EXERCISE DESCRIPTION
The word "shunt" occurs in some lines of the data. Return each such line.
··········
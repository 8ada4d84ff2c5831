/* twinhorizon: linear stability of sonic horizon pairs in Bose-Einstein condensates
 * SPDX-License-Identifier: GPL-3.0-or-later
 *
 * Settings of the two discretisations. In: a flow and the accuracy wanted. Out: mesh and matrix.
 * Calls mesh and operator. Proof: tests/test_modes.c. */
#include "modes/level.h"

#include <gsl/gsl_math.h>

/* The base level aims this much below the accuracy asked for, the check level this much below the
 * base: their disagreement then measures the base, and stays within what was asked for. */
static const double base_margin = 1e-3;
static const double check_margin = 1e-2;
static const double finest = 1e-15; /* mesh.h: no better than rounding */
/* Orders: high enough for 10 digits on two elements a wavelength, low enough for narrow bands.
 * Different, so that no error is common to both. */
static const int base_order = 14, check_order = 19;
/* Angles, 0.5 .. 0.8: both well inside; the rotated continua differ by 0.15 rad. */
static const double base_angle = 0.60, check_angle = 0.45;
/* Absorbing layers of different onset, so that modes of the layer itself do not agree. */
static const double base_layer = 1.0, check_layer = 1.4;

double th_level_angle(th_level_kind kind)
{
    return kind == TH_LEVEL_BASE ? base_angle : check_angle;
}

th_status th_level_create(const th_flow *flow, th_level_kind kind, double accuracy,
                          double omega_top, double omega_low, th_level *out, th_error *err)
{
    const bool base = kind == TH_LEVEL_BASE;
    const th_mesh_options options = {
        .order = base ? base_order : check_order,
        .accuracy = fmax(finest, accuracy * base_margin * (base ? 1.0 : check_margin)),
        .omega_top = omega_top,
        .omega_low = base ? omega_low : 0.2 * omega_low,
        .angle = th_level_angle(kind),
        .layer = base ? base_layer : check_layer};
    th_status st;

    *out = (th_level){NULL, NULL};
    st = th_mesh_create(flow, &options, &out->mesh, err);
    if (st == TH_OK)
        st = th_operator_create(out->mesh, &out->op, err);
    if (st != TH_OK)
        th_level_clear(out);
    return st;
}

void th_level_clear(th_level *level)
{
    th_operator_destroy(level->op);
    th_mesh_destroy(level->mesh);
    *level = (th_level){NULL, NULL};
}
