/* twinhorizon: linear stability of sonic horizon pairs in Bose-Einstein condensates
 * SPDX-License-Identifier: GPL-3.0-or-later
 *
 * Words for labels and confirmations. In: codes. Out: text for tables and views. Calls nobody.
 * A new confirming computation is one line of the table below. Proof: tests/test_modes.c. */
#include <string.h>

#include "twinhorizon/modes.h"

const char *th_label_text(th_label label)
{
    switch (label) {
    case TH_LABEL_UNSTABLE:
        return "unstable";
    case TH_LABEL_TRAPPED:
        return "trapped";
    case TH_LABEL_STABLE:
        return "stable";
    case TH_LABEL_UNDECIDED:
        return "undecided";
    }
    return "undecided";
}

static const struct {
    unsigned bit;
    const char *name;
} confirmer[] = {{TH_BY_MATRIX, "matrix"},
                 {TH_BY_MATCHING, "matching"},
                 {TH_BY_CENSUS, "census"},
                 {TH_BY_INDEX, "index"}};

void th_confirmed_text(unsigned confirmed, char *buffer)
{
    buffer[0] = '\0';
    for (size_t i = 0; i < sizeof confirmer / sizeof confirmer[0]; i++) {
        if ((confirmed & confirmer[i].bit) == 0)
            continue;
        if (buffer[0] != '\0')
            strcat(buffer, "+");
        strcat(buffer, confirmer[i].name);
    }
}
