// SPDX-License-Identifier: MIT
// The high-voltage supply: a piecewise-linear programme, ideal, or behind a series resistance and a shunt capacitance,
//   C dV/dt = (V_programme - V) / R - I_induced,
// or a current source under the programme's voltage, C dV/dt = I_set - I_induced. SI units.
#pragma once

#include "inputs/deck.hpp"

namespace spokewright {

class Supply {
public:
    /// `tube_capacitance`: cathode to anode, F; it always stands beside the deck's shunt capacitance.
    Supply(const SupplySettings& settings, double tube_capacitance, double dt);

    /// The programme's voltage at a time, V.
    double programme_voltage(double time) const;

    /// One step that ends at `time`; `induced`: charge the electrons moved to the anode within it, C (positive when
    /// electrons arrive). Returns the energy that the tube took, J: mean voltage times charge.
    double advance(double time, double induced);

    double voltage() const { return voltage_; }
    void restore(double voltage) { voltage_ = voltage; }

private:
    SupplySettings settings_;
    double capacitance_;
    double dt_;
    double voltage_;
};

}  // namespace spokewright
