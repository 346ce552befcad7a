// SPDX-License-Identifier: MIT
// The polar grid: nodes r_i = r_c + i dr (i = 0..n_r), theta_j = j dtheta (j = 0..n_theta-1).
// Arrays on it are row-major, theta fastest: [n_r + 1][n_theta]. SI units.
#pragma once

#include <cstddef>

#include "inputs/constants.hpp"

namespace spokewright {

struct PolarGrid {
    double cathode_radius;  // m
    double anode_radius;    // m
    double axial_height;    // m
    int n_r;                // radial cells
    int n_theta;            // azimuthal cells

    double dr() const { return (anode_radius - cathode_radius) / n_r; }
    double dtheta() const { return 2 * kPi / n_theta; }
    double radius(int i) const { return cathode_radius + i * dr(); }
    double theta(int j) const { return j * dtheta(); }
    std::size_t nodes() const { return static_cast<std::size_t>(n_r + 1) * static_cast<std::size_t>(n_theta); }
    std::size_t node(int i, int j) const {
        return static_cast<std::size_t>(i) * static_cast<std::size_t>(n_theta) + static_cast<std::size_t>(j);
    }
    /// Volume that belongs to one node of row i, m^3; half cells on the electrodes. Exact for the area-weighted
    /// deposit.
    double node_volume(int i) const {
        const double inner = i == 0 ? radius(0) : radius(i - 1);
        const double outer = i == n_r ? radius(n_r) : radius(i + 1);
        return 0.25 * (outer * outer - inner * inner) * dtheta() * axial_height;
    }
};

}  // namespace spokewright
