// SPDX-License-Identifier: MIT
#include "fields/surface_field.hpp"

#include <algorithm>

#include "inputs/constants.hpp"

namespace spokewright {

SurfaceField::SurfaceField(const PolarGrid& grid)
    : grid_(grid),
      on_surface_(static_cast<std::size_t>(grid.n_theta)),
      first_cell_(static_cast<std::size_t>(grid.n_theta)) {}

void SurfaceField::update(const Poisson& poisson, std::span<const double> potential,
                          std::span<const double> node_charge) {
    const auto width = static_cast<std::size_t>(grid_.n_theta);
    const double r_c = grid_.cathode_radius;
    // Gauss on the half cell: r E_r half a cell out, less r_c E_r(r_c), is the charge of row 0 a radian over eps0 h.
    const double charge_to_flux = 1 / (kVacuumPermittivity * grid_.axial_height * grid_.dtheta());
    const double g = poisson.conductance(0);
    double surface_sum = 0;
    double vacuum_sum = 0;
    for (std::size_t j = 0; j < width; ++j) {
        const double drop = potential[j] - potential[width + j];
        on_surface_[j] = (g * drop - charge_to_flux * node_charge[j]) / r_c;
        first_cell_[j] = drop / grid_.dr();
        surface_sum += on_surface_[j];
        vacuum_sum += g * drop / r_c;
    }
    // The ratio of the sums: single nodes are too noisy to take the shape of their own cell from.
    const double share = vacuum_sum == 0 ? 1 : surface_sum / vacuum_sum;
    surface_share_ = std::clamp(share, kLimitedShare, 1.0);
}

}  // namespace spokewright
··········
RESULT
// The high-voltage supply: a piecewise-linear programme, ideal, or behind a series resistance and a shunt capacitance,
    /// `tube_capacitance`: cathode to anode, F; it always stands beside the deck's shunt capacitance.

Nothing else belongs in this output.